THIS AMENDMENT NO. 3 (this "Amendment"), dated March 17, 2003, is entered into by and between Displaytech, Inc., a corporation organized and existing under the laws of the State of Colorado in the United States of America, with its principal place of business located at 0000 Xxxxxx Xxxxx Xxxxx, Xxxxxxxx, XX 00000 X.X.X. ("DT"), and Miyota Co., Ltd., established and existing under the laws of Japan, with its registered office located at 0000-0 Xxxxxx-xxxxx, Xxxxxxxx-xxx, Xxxxxx-xxx, 000-0000 Xxxxx ("MYT" along with DT a "Party," and together the "Parties").
This Amendment amends that certain Manufacturing Agreement between the Parties dated December 10, 1998, as amended by Amendment No. 1 dated March 25, 1999, and Amendment No. 2 dated July 24, 2001 (the "Original Agreement"), as follows:
1. Definitions. The following definitions shall be added to Section 1 of the Original Agreement:
"Affiliate" of a Party means any entity or person which directly or indirectly controls, is controlled by, or is under common control with such Party.
"HP" means Hewlett-Packard Company, a Delaware corporation.
"Line" means all areas of MYT's manufacturing facilities that are used by MYT to manufacture the Products.
2. Design and Manufacture of Products.
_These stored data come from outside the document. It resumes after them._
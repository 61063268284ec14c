import {
  columnVisibilityFeature,
  createSortedRowModel,
  rowSortingFeature,
  tableFeatures,
  useTable,
} from '@tanstack/react-table';
import { useVirtualizer } from '@tanstack/react-virtual';
import { type ReactNode, useMemo, useRef, useState } from 'react';
import { sentenceOf } from '../../app/problem.ts';
import { words } from '../../words/en.ts';
import { saveFile, toCsv } from '../csv.ts';
import { notify } from '../notices.tsx';
import { type Column, compareCells, type Filter, headingOf } from './column.ts';
import { FilterLine } from './filter-line.tsx';
import { Pages } from './pages.tsx';
import { DataRow, HeadingCell } from './row.tsx';
import { moveBetweenRows } from './row-keys.ts';
import { type Sort, useTableState } from './table-state.ts';
import { TableTools } from './table-tools.tsx';
import { useOverflow } from './use-overflow.ts';

type AnyRow = object;
const features = tableFeatures({
  rowSortingFeature,
  columnVisibilityFeature,
  sortedRowModel: createSortedRowModel(),
});
const VIRTUAL_FROM = 200;
const DENSE = 'tetherline.dense';

export type DataTableProps<Row extends AnyRow> = {
  /** Names the exported file. */
  name: string;
  /** Says what the table holds, to those who hear it. */
  caption: string;
  /** One row and several, in words: ['subject', 'subjects']. */
  noun: readonly [string, string];
  columns: readonly Column<Row>[];
  rows: readonly Row[];
  rowId: (row: Row) => string;
  filters?: readonly Filter<Row>[];
  initialSort?: Sort;
  /** Tells apart two tables of one page in the address. */
  prefix?: string;
  /**
   * Where the server sorts, filters and pages. The file of the view then comes from `allRows`,
   * or from `exportCsv` where the server makes it.
   */
  server?: {
    total: number;
    pageSize: number;
    allRows?: () => Promise<readonly Row[]>;
    exportCsv?: () => void;
  };
  /** Picking a row, for a subject that is picked everywhere on the page. */
  picked?: string | null;
  onPick?: (id: string) => void;
  /** Shown in place of the table where there are no rows and no filter is set. */
  empty?: ReactNode;
  /** A short table inside a document: neither filters nor tools. */
  plain?: boolean;
  /** Totals, above the rows. */
  totals?: ReactNode;
};

export function DataTable<Row extends AnyRow>(props: DataTableProps<Row>) {
  const { columns, rows, rowId, filters = [], server } = props;
  const control = useTableState({
    filters: filters.map(({ id }) => id),
    initialSort: props.initialSort,
    prefix: props.prefix,
  });
  const [dense, setDense] = useState(() => localStorage.getItem(DENSE) === 'yes');
  const frame = useRef<HTMLDivElement>(null);
  const wide = useOverflow(frame);

  const fitting = useMemo(() => {
    if (server) return [...rows];
    return rows.filter((row) =>
      filters.every((filter) => {
        const value = control.filters[filter.id];
        return !value || (filter.matches?.(row, value) ?? true);
      }),
    );
  }, [rows, filters, control.filters, server]);

  const shown = control.columns ?? columns.filter(({ hidden }) => !hidden).map(({ id }) => id);
  const definitions = useMemo(
    () =>
      columns.map((column) => ({
        id: column.id,
        accessorFn: (row: Row) => column.value(row),
        enableSorting: column.sortable ?? !server,
        sortFn: (a: { original: Row }, b: { original: Row }) =>
          compareCells(column.value(a.original), column.value(b.original)),
      })),
    [columns, server],
  );
  const table = useTable({
    features,
    columns: definitions,
    data: fitting,
    getRowId: rowId,
    manualSorting: server !== undefined,
    enableSortingRemoval: false,
    state: {
      sorting: control.sort ? [{ id: control.sort.id, desc: control.sort.down }] : [],
      columnVisibility: Object.fromEntries(
        columns.map(({ id }, index) => [id, index === 0 || shown.includes(id)]),
      ),
    },
  });

  const byId = new Map(columns.map((column) => [column.id, column]));
  const visible = table.getVisibleLeafColumns().flatMap(({ id }) => byId.get(id) ?? []);
  const sorted = table.getRowModel().rows;
  const virtual = sorted.length > VIRTUAL_FROM;
  const virtualizer = useVirtualizer({
    count: virtual ? sorted.length : 0,
    getScrollElement: () => frame.current,
    estimateSize: () => (dense ? 28 : 36),
    overscan: 20,
  });
  const windowed = virtual ? virtualizer.getVirtualItems() : null;
  const before = windowed?.[0]?.start ?? 0;
  const after = windowed ? virtualizer.getTotalSize() - (windowed.at(-1)?.end ?? 0) : 0;
  const drawn = windowed ? windowed.flatMap(({ index }) => sorted[index] ?? []) : sorted;
  const first = windowed?.[0]?.index ?? 0;

  async function exportView() {
    if (server?.exportCsv) return server.exportCsv();
    const exported = visible.filter((column) => !column.notExported);
    const all = server?.allRows ? await server.allRows() : sorted.map(({ original }) => original);
    saveFile(
      `${props.name}.csv`,
      toCsv([
        exported.map((column) => column.exportHeading ?? headingOf(column)),
        ...all.map((row) => exported.map((column) => column.value(row))),
      ]),
    );
  }

  function sortBy(column: Column<Row>) {
    const down = control.sort?.id === column.id ? !control.sort.down : false;
    control.setSort({ id: column.id, down });
    notify(words.table.sortNotice(column.heading, down));
  }

  const filtered = Object.keys(control.filters).length > 0;
  if (rows.length === 0 && !filtered && props.empty) return props.empty;
  const total = server ? server.total : rows.length;
  const boxed = wide || virtual;

  return (
    <div>
      {props.plain ? null : (
        <div className="mb-2 flex flex-wrap items-baseline justify-between gap-x-6">
          <FilterLine
            filters={filters}
            control={control}
            count={words.table.shown(server ? server.total : fitting.length, total, props.noun)}
          />
          <TableTools
            columns={columns}
            shown={shown}
            setShown={control.setColumns}
            dense={dense}
            setDense={(next) => {
              localStorage.setItem(DENSE, next ? 'yes' : 'no');
              setDense(next);
            }}
            exportCsv={() => {
              exportView().catch((error) => notify(sentenceOf(error), { urgent: true }));
            }}
          />
        </div>
      )}
      <div
        ref={frame}
        className="table-frame overflow-x-clip"
        data-boxed={boxed}
        {...(boxed ? { role: 'region', tabIndex: 0, 'aria-label': props.caption } : {})}
      >
        <table
          className="table"
          data-dense={dense}
          data-narrow="true"
          role={props.onPick ? 'grid' : undefined}
          aria-label={props.caption}
          aria-rowcount={virtual ? sorted.length + 1 : undefined}
        >
          <thead>
            <tr>
              {visible.map((column) => (
                <HeadingCell
                  key={column.id}
                  column={column}
                  sort={control.sort?.id === column.id ? control.sort : null}
                  sortable={table.getColumn(column.id)?.getCanSort() ?? false}
                  onSort={() => sortBy(column)}
                />
              ))}
            </tr>
          </thead>
          <tbody onKeyDown={moveBetweenRows}>
            {props.totals}
            {before > 0 ? <Spacer height={before} columns={visible.length} /> : null}
            {drawn.map((row, index) => (
              <DataRow
                key={row.id}
                id={row.id}
                row={row.original}
                columns={visible}
                index={virtual ? first + index + 2 : undefined}
                reachable={row.id === props.picked || (!props.picked && index === 0)}
                picked={row.id === props.picked}
                onPick={props.onPick}
              />
            ))}
            {after > 0 ? <Spacer height={after} columns={visible.length} /> : null}
          </tbody>
        </table>
        {sorted.length === 0 ? (
          <p className="border-b border-line py-4 text-faded">{words.table.nothing}</p>
        ) : null}
      </div>
      {server ? (
        <Pages
          page={control.page}
          pageSize={server.pageSize}
          total={server.total}
          setPage={control.setPage}
        />
      ) : null}
    </div>
  );
}

/** Holds the place of rows that are not drawn. */
function Spacer({ height, columns }: { height: number; columns: number }) {
  return (
    <tr>
      <td colSpan={columns} style={{ height, padding: 0, border: 0 }} />
    </tr>
  );
}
Section 2 of the Original Agreement shall be amended as follows:
(a) Section 2.4 shall be deleted in its entirety and the following shall inserted in lieu thereof
Manufacturing Processes for Products. DT will be responsible for the design of manufacturing processes for the Products, whether such processes are implemented in DT's facilities in Longmont, Colorado, or in MYT's facilities in Nagano, Japan. As provided below, MYT agrees to collaborate with DT toward the development and refinement of manufacturing processes for the Products. DT will document all material information related to its manufacturing processes and include such information in a schedule attached hereto as Schedule 2.4, Process Procedure Documentation. Such documentation will include specifications for each process, a process flow chart and certain standards, such as, but not limited to, assembly, environmental and safety standards. All material information related to the manufacturing process subsequently developed during the term of this Agreement or any renewal period, whether by DT or MYT, will be documented and added to Schedule 2.4. DT will furnish such documentation to MYT, free of charge, for the sole purpose of enabling MYT to manufacture the Products under the terms of this Agreement. MYT agrees that, if it determines that the Products can be manufactured more efficiently or for less cost by changing, adding to or deleting from any of DT's manufacturing processes, it will (1) perform reasonable testing on the proposed modified process prior to implementation; (2) notify DT of the proposed modified process prior to implementation; (3) supply DT with statistical information demonstrating process efficacy and reliability; (4) unless otherwise agreed to by the Parties, execute all necessary assignments and other documentation necessary to assign the Intellectual Property associated with such modified process in accordance with Section 11; and (5) create appropriate documentation of the proposed modified manufacturing process and deliver it to DT. Notwithstanding the foregoing, MYT shall direct and complete the manufacture of the Products under this Agreement in a safe, useful and workmanlike manner,
in compliance with good engineering practices, and shall comply with all applicable laws, rules, ordinances, regulations and the like, including but not limited to those related to safety, health, environmental and employee matters.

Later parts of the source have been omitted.